Xu Shouping, Kong Dejia, Chen Qianlin, Ping Yanyan, Pang Da
Department of Breast Surgery, Harbin Medical University Cancer Hospital, 150 Haping Road, Harbin, 150081, China.
College of Bioinformatics Science and Technology, Harbin Medical University, Harbin, China.
Mol Cancer. 2017 Jul 24;16(1):129. doi: 10.1186/s12943-017-0696-6.

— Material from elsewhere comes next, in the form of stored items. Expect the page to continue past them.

"""The bench in a real terminal: kinds of terminal, and what it sends."""

from __future__ import annotations

import os
import sys
from pathlib import Path

import pytest
from bench_study import make_study
from pty_harness import Terminal

KINDS = {
    "16 colours": {"TERM": "xterm"},
    "dumb": {"TERM": "dumb"},
    "no colour": {"NO_COLOR": "1"},
    "C locale": {"LANG": "C", "LC_ALL": "C"},
}


def start(path: Path, size: tuple[int, int], **environment: str) -> Terminal:
    """The bench on a study, in a terminal of its own and with nothing remembered but that the hints were seen."""
    state = path.parent / "state" / "cutbank"
    state.mkdir(parents=True, exist_ok=True)
    (state / "hints-seen").touch()
    code = (
        f"from pathlib import Path; import sys; from tui.app import run; sys.exit(run(Path({str(path)!r})))"
    )
    fixed = {"XDG_STATE_HOME": str(path.parent / "state"), "HOME": str(path.parent)}
    return Terminal([sys.executable, "-c", code], size=size, environment={**fixed, **environment})


def status_of(terminal: Terminal) -> int:
    """The exit status, once the program has ended."""
    terminal.settle()
    ended = os.waitid(os.P_PID, terminal._pid, os.WEXITED | os.WNOWAIT)
    assert ended is not None
    return ended.si_status


@pytest.mark.parametrize("kind", KINDS)
def test_every_kind_of_terminal_shows_an_effect_and_takes_keys(tmp_path: Path, kind: str) -> None:
    with start(make_study(tmp_path), (80, 24), **KINDS[kind]) as terminal:
        terminal.wait_for("Randomisation", patience=30)
        terminal.type("\x1b[C")
        terminal.wait_for("Enter keeps it")
        if kind == "no colour":
            assert b"[38;" not in terminal.raw and b";38;" not in terminal.raw
        terminal.type("q")
        assert status_of(terminal) == 0
        assert b"\x1b[?1000h" not in terminal.raw  # the mouse is the terminal's own


def test_a_small_terminal_begins_with_the_effect(tmp_path: Path) -> None:
    with start(make_study(tmp_path), (40, 12)) as terminal:
        text = terminal.wait_for("Robust", patience=30)
        assert text.splitlines()[2].strip().startswith("+")
        terminal.type("q")
        assert status_of(terminal) == 0


def test_bytes_of_an_idle_screen_and_of_a_step(tmp_path: Path) -> None:
    with start(make_study(tmp_path), (100, 30)) as terminal:
        terminal.wait_for("Randomisation", patience=30)
        terminal.settle(quiet=0.6)
        assert terminal.read(1.5) == 0  # idle: nothing at all
        steps = []
        for key in ("\x1b[C", "\x1b[C", "\x1b[D", "\x1b[C"):
            terminal.type(key)
            steps.append(terminal.settle(quiet=0.4))
        assert max(steps) < 1500, steps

Few long noncoding RNAs (lncRNAs) that act as oncogenic genes in breast cancer have been identified.
Oncogenic lncRNAs associated with tumourigenesis and worse survival outcomes were examined and validated in Gene Expression Omnibus (GEO) and The Cancer Genome Atlas (TCGA), respectively. Then, the potential biological functions and expression regulation of these lncRNAs were studied via bioinformatics and genome data analysis. Moreover, progressive breast cancer subtype-specific lncRNAs were investigated via high-throughput sequencing in our cohort and TCGA validation. To elucidate the mechanisms of the regulation of these lncRNAs, genomic alterations from the TCGA, Broad, Sanger and BCCRC data, as well as epigenetic modifications from GEO data, were then applied and examined to meet this objective. Finally, cell proliferation assays, flow cytometry analyses and TUNEL assays were applied to validate the oncogenic roles of these lncRNAs in vitro.
A cluster of oncogenic lncRNAs that was upregulated in breast cancer tissue and was associated with worse survival outcomes was identified. These oncogenic lncRNAs are involved in regulating immune system activation and the TGF-beta and Jak-STAT signalling pathways. Moreover, TINCR, LINC00511, and PPP1R26-AS1 were identified as subtype-specific lncRNAs associated with HER-2, triple-negative and luminal B subtypes of breast cancer, respectively. The up-regulation of these oncogenic lncRNAs is mainly caused by gene amplification in the genome in breast cancer and other solid tumours. Finally, the knockdown of TINCR, DSCAM-AS1 or HOTAIR inhibited breast cancer cell proliferation, increased apoptosis and inhibited cell cycle progression in vitro.
These findings enhance the landscape of known oncogenic lncRNAs in breast cancer and provide insights into their roles. This understanding may potentially aid in the comprehensive management of breast cancer.
在乳腺癌中作为致癌基因的长链非编码RNA(lncRNA)鲜有被鉴定出来。
分别在基因表达综合数据库(GEO)和癌症基因组图谱(TCGA)中检测并验证与肿瘤发生及较差生存结果相关的致癌lncRNA。然后,通过生物信息学和基因组数据分析研究这些lncRNA的潜在生物学功能和表达调控。此外,通过高通量测序在我们的队列中及TCGA验证中研究进展期乳腺癌亚型特异性lncRNA。为阐明这些lncRNA的调控机制,随后应用并检查了来自TCGA、布罗德研究所、桑格研究所和卑诗省癌症研究中心(BCCRC)数据的基因组改变以及来自GEO数据的表观遗传修饰以实现这一目标。最后,应用细胞增殖试验、流式细胞术分析和TUNEL试验在体外验证这些lncRNA的致癌作用。
鉴定出一组在乳腺癌组织中上调且与较差生存结果相关的致癌lncRNA。这些致癌lncRNA参与调节免疫系统激活以及TGF-β和Jak-STAT信号通路。此外,TINCR、LINC00511和PPP1R26-AS1分别被鉴定为与乳腺癌的HER-2、三阴性和管腔B亚型相关的亚型特异性lncRNA。这些致癌lncRNA的上调主要由乳腺癌和其他实体瘤基因组中的基因扩增引起。最后,敲低TINCR、DSCAM-AS1或HOTAIR可抑制乳腺癌细胞增殖,增加细胞凋亡并在体外抑制细胞周期进程。
这些发现拓展了乳腺癌中已知致癌lncRNA的格局,并为其作用提供了见解。这种认识可能有助于乳腺癌的综合管理。